-- TASK INPUTS --
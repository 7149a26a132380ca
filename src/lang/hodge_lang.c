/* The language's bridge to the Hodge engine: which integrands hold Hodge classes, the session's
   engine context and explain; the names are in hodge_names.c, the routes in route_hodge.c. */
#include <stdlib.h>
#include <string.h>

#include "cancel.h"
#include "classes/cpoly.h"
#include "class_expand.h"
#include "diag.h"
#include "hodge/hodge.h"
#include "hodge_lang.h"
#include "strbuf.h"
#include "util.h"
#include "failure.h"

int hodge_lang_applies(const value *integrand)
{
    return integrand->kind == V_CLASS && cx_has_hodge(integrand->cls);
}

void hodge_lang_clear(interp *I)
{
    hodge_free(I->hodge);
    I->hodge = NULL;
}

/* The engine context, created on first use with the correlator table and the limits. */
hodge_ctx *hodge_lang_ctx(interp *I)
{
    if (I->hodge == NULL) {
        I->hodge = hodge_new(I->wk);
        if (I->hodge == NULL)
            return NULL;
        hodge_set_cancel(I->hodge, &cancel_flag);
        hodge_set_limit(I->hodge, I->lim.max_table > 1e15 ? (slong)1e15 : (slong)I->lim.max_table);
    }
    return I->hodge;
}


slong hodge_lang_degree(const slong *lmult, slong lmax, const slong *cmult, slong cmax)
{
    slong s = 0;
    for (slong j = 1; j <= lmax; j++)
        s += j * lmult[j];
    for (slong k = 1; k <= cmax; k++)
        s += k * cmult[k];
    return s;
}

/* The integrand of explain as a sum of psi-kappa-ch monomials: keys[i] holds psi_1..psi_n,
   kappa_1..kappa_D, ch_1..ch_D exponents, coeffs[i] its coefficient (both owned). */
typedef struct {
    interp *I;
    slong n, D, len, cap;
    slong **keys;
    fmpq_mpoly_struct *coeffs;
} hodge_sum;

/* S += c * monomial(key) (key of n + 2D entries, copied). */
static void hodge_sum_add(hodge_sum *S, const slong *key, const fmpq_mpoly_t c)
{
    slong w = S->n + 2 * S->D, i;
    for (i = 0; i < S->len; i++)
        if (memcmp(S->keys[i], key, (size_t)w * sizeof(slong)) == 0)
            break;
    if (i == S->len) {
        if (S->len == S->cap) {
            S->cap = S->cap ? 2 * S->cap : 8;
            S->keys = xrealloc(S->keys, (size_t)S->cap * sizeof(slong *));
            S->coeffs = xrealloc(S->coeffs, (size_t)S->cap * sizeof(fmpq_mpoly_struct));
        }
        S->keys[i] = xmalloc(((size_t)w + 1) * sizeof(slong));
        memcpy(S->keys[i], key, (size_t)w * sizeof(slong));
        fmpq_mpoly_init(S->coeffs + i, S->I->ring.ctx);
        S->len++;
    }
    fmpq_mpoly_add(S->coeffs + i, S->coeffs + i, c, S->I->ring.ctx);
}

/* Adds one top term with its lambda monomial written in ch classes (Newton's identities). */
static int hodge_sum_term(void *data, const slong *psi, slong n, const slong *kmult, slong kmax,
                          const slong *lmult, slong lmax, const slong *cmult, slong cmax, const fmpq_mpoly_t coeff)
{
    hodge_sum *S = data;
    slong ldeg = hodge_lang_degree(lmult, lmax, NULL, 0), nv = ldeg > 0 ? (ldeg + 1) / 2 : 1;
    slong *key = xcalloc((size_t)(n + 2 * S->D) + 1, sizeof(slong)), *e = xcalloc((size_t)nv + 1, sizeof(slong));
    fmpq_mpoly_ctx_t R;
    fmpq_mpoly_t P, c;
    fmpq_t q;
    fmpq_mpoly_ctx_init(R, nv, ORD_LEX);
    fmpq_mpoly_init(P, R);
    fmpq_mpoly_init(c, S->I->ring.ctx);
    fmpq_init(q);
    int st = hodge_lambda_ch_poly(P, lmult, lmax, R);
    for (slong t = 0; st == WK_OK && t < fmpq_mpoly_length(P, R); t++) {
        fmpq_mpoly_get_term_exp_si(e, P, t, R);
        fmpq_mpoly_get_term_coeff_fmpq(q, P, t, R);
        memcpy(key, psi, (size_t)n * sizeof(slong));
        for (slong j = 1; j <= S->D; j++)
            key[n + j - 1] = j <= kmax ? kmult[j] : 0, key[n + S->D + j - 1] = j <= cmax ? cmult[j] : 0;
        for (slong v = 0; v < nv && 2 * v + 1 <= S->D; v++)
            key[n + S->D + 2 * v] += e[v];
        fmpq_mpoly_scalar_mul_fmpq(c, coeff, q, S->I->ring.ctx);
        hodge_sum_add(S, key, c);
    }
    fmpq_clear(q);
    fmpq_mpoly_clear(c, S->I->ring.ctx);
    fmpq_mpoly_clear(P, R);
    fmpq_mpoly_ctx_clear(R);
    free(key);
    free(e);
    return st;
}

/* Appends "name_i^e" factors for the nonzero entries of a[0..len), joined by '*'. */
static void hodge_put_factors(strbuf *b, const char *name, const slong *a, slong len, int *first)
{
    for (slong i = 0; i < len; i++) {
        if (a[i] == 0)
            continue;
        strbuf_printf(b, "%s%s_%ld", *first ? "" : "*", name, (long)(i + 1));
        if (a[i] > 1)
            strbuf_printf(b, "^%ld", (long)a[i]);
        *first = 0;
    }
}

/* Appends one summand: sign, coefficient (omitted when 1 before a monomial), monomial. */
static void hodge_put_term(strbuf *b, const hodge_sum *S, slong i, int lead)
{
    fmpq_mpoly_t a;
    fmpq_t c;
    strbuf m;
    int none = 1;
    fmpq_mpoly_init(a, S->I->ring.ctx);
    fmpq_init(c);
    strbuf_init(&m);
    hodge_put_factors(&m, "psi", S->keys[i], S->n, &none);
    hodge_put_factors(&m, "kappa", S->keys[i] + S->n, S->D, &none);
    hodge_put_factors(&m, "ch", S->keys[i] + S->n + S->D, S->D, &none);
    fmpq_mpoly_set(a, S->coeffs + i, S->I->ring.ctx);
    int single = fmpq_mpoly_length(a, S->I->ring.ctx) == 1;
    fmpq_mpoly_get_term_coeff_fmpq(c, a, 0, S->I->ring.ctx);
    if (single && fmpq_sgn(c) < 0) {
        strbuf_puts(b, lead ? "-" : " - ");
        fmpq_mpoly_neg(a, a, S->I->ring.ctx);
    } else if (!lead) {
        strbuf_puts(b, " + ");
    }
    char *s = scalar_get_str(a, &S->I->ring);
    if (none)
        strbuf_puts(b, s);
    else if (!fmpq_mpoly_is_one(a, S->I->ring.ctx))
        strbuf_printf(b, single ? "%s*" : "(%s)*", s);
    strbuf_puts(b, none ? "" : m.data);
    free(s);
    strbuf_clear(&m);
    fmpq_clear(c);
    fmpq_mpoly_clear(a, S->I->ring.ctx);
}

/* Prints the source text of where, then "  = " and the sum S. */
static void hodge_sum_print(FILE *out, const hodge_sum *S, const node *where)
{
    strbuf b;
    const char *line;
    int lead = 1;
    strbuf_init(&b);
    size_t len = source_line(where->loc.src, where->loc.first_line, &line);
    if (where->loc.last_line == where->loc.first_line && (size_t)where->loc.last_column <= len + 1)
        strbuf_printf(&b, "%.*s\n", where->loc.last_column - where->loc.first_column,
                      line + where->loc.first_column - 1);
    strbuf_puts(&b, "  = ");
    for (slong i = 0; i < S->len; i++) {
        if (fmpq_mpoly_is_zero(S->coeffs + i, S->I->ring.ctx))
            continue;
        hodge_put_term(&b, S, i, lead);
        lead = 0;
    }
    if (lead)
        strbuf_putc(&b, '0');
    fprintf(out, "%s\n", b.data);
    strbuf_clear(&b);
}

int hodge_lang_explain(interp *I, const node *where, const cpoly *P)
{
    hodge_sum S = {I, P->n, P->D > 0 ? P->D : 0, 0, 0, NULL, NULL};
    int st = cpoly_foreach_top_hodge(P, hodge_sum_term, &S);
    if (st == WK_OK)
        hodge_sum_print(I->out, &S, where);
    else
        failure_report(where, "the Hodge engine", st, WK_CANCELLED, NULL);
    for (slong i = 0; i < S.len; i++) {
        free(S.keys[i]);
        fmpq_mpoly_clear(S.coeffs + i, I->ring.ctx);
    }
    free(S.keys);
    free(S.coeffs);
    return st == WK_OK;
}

...

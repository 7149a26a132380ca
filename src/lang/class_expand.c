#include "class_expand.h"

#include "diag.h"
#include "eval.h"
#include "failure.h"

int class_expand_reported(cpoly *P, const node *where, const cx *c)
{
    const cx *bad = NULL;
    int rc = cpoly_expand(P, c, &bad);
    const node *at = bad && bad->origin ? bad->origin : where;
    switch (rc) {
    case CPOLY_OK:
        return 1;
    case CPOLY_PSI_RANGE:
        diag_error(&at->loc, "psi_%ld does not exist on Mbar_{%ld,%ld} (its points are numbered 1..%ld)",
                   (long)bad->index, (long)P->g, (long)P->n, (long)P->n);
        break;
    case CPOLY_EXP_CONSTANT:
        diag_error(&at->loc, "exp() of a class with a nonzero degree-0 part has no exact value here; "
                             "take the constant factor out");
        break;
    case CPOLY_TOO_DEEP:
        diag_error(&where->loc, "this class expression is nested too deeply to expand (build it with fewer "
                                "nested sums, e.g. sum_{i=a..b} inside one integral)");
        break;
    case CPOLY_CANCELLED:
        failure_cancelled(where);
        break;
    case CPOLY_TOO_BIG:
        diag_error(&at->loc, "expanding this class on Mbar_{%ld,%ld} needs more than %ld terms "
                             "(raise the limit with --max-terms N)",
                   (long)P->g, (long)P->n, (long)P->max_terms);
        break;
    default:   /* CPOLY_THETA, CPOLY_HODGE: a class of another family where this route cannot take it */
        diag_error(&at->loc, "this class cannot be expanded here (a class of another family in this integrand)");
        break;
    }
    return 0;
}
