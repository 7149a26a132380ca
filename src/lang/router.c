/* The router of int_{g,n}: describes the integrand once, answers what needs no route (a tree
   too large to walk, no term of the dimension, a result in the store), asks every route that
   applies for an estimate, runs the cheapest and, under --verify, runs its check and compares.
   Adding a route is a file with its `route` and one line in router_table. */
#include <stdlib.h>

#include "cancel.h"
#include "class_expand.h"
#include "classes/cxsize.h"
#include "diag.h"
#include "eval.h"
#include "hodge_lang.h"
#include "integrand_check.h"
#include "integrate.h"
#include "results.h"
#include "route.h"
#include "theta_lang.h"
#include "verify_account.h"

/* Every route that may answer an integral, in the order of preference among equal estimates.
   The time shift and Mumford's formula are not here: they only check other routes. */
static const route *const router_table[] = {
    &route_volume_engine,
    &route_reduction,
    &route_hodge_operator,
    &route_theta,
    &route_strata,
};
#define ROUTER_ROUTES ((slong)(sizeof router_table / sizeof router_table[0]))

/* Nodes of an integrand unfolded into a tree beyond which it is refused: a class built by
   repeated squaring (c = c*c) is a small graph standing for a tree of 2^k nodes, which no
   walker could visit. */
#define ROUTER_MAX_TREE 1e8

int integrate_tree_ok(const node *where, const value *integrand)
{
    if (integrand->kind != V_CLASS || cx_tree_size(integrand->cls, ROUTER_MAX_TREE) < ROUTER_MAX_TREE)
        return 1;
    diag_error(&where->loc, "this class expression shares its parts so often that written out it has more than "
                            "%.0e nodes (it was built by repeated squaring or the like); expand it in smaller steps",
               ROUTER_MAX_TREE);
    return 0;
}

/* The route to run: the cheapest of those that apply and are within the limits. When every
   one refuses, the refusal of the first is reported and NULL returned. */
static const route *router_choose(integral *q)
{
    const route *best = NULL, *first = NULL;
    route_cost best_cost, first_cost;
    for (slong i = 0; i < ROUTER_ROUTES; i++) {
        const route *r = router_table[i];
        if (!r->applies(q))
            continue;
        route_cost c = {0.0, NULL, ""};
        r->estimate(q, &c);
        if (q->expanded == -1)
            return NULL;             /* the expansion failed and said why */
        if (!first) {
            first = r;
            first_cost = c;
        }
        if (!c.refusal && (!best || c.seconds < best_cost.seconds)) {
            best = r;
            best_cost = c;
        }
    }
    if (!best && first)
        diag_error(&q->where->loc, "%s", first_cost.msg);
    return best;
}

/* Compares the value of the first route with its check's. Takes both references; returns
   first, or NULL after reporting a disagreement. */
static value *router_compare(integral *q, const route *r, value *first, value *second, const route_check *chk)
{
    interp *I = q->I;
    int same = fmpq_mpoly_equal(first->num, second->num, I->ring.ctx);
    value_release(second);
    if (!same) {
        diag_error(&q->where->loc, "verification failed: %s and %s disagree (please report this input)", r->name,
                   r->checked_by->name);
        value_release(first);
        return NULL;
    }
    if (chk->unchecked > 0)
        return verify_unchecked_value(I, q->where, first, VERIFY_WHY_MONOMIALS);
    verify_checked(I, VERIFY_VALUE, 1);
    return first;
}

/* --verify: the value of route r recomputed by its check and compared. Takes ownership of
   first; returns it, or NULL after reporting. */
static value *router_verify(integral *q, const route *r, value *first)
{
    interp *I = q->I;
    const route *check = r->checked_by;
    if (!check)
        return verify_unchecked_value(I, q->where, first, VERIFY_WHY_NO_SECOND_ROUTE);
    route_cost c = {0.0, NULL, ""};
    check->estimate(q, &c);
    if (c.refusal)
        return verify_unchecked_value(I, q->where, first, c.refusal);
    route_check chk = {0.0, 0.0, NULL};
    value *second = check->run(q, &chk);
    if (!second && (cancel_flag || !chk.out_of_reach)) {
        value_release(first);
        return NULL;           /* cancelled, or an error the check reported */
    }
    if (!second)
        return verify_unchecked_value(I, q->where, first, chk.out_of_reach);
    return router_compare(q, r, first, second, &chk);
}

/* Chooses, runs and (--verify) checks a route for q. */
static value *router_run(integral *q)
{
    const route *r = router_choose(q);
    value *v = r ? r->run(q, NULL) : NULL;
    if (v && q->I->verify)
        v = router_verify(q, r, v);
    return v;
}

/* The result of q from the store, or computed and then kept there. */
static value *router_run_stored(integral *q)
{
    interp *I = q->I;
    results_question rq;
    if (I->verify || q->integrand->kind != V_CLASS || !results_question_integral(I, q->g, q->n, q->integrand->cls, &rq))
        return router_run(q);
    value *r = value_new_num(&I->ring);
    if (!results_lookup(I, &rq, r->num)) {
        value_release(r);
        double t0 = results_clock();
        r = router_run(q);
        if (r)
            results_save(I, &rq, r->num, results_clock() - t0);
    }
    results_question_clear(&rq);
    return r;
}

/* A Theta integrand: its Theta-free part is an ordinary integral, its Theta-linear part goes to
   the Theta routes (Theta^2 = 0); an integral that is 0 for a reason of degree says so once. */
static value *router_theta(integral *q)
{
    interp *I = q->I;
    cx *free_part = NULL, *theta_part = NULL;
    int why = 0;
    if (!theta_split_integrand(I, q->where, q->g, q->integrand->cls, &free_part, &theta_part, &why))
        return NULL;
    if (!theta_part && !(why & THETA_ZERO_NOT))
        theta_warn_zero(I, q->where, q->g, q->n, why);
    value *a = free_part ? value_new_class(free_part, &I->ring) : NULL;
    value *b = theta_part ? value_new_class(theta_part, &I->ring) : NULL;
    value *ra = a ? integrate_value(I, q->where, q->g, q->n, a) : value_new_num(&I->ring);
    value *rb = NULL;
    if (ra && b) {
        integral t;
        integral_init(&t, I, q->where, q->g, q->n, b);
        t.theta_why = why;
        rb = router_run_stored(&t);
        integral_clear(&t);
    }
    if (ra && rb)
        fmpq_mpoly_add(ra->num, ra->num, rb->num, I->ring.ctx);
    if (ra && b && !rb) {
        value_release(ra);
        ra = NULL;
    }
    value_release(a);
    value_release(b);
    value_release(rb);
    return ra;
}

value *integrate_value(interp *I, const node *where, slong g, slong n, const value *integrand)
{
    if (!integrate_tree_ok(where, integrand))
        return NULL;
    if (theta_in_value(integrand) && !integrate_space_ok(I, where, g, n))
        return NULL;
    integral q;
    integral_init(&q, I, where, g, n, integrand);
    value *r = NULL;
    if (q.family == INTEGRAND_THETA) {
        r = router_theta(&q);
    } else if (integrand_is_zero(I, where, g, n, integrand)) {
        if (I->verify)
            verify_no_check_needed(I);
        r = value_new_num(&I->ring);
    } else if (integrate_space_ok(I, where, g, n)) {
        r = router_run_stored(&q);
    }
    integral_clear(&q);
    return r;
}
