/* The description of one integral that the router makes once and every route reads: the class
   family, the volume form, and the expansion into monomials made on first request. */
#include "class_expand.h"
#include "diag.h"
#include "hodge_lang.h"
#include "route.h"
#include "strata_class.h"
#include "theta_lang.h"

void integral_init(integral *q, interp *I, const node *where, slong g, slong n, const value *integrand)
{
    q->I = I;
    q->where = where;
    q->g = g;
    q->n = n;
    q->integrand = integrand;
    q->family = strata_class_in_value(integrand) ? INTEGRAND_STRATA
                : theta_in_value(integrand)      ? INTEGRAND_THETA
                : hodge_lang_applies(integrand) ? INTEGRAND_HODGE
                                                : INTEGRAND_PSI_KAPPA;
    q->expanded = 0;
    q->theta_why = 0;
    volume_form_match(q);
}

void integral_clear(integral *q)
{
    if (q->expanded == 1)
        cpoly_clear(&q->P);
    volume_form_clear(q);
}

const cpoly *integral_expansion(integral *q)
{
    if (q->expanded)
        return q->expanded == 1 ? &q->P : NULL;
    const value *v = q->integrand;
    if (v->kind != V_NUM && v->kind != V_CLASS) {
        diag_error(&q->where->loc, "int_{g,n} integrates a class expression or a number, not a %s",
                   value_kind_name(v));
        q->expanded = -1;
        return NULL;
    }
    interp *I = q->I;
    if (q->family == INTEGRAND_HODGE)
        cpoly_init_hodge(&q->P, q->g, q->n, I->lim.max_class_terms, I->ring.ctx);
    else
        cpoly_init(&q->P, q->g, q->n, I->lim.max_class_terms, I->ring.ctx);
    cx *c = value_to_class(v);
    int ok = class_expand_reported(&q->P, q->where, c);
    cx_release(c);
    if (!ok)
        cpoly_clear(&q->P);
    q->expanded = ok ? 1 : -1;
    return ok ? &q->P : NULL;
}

-- TASK --
All lines in the listing above between the line with "static void hodge_put_term(strbuf" and the line with "S->keys[i], S->n, &none);", inclusive, should be set down exactly, and no line outside that range.

-- SOLUTION FOR THIS TASK --
static void hodge_put_term(strbuf *b, const hodge_sum *S, slong i, int lead)
{
    fmpq_mpoly_t a;
    fmpq_t c;
    strbuf m;
    int none = 1;
    fmpq_mpoly_init(a, S->I->ring.ctx);
    fmpq_init(c);
    strbuf_init(&m);
    hodge_put_factors(&m, "psi", S->keys[i], S->n, &none);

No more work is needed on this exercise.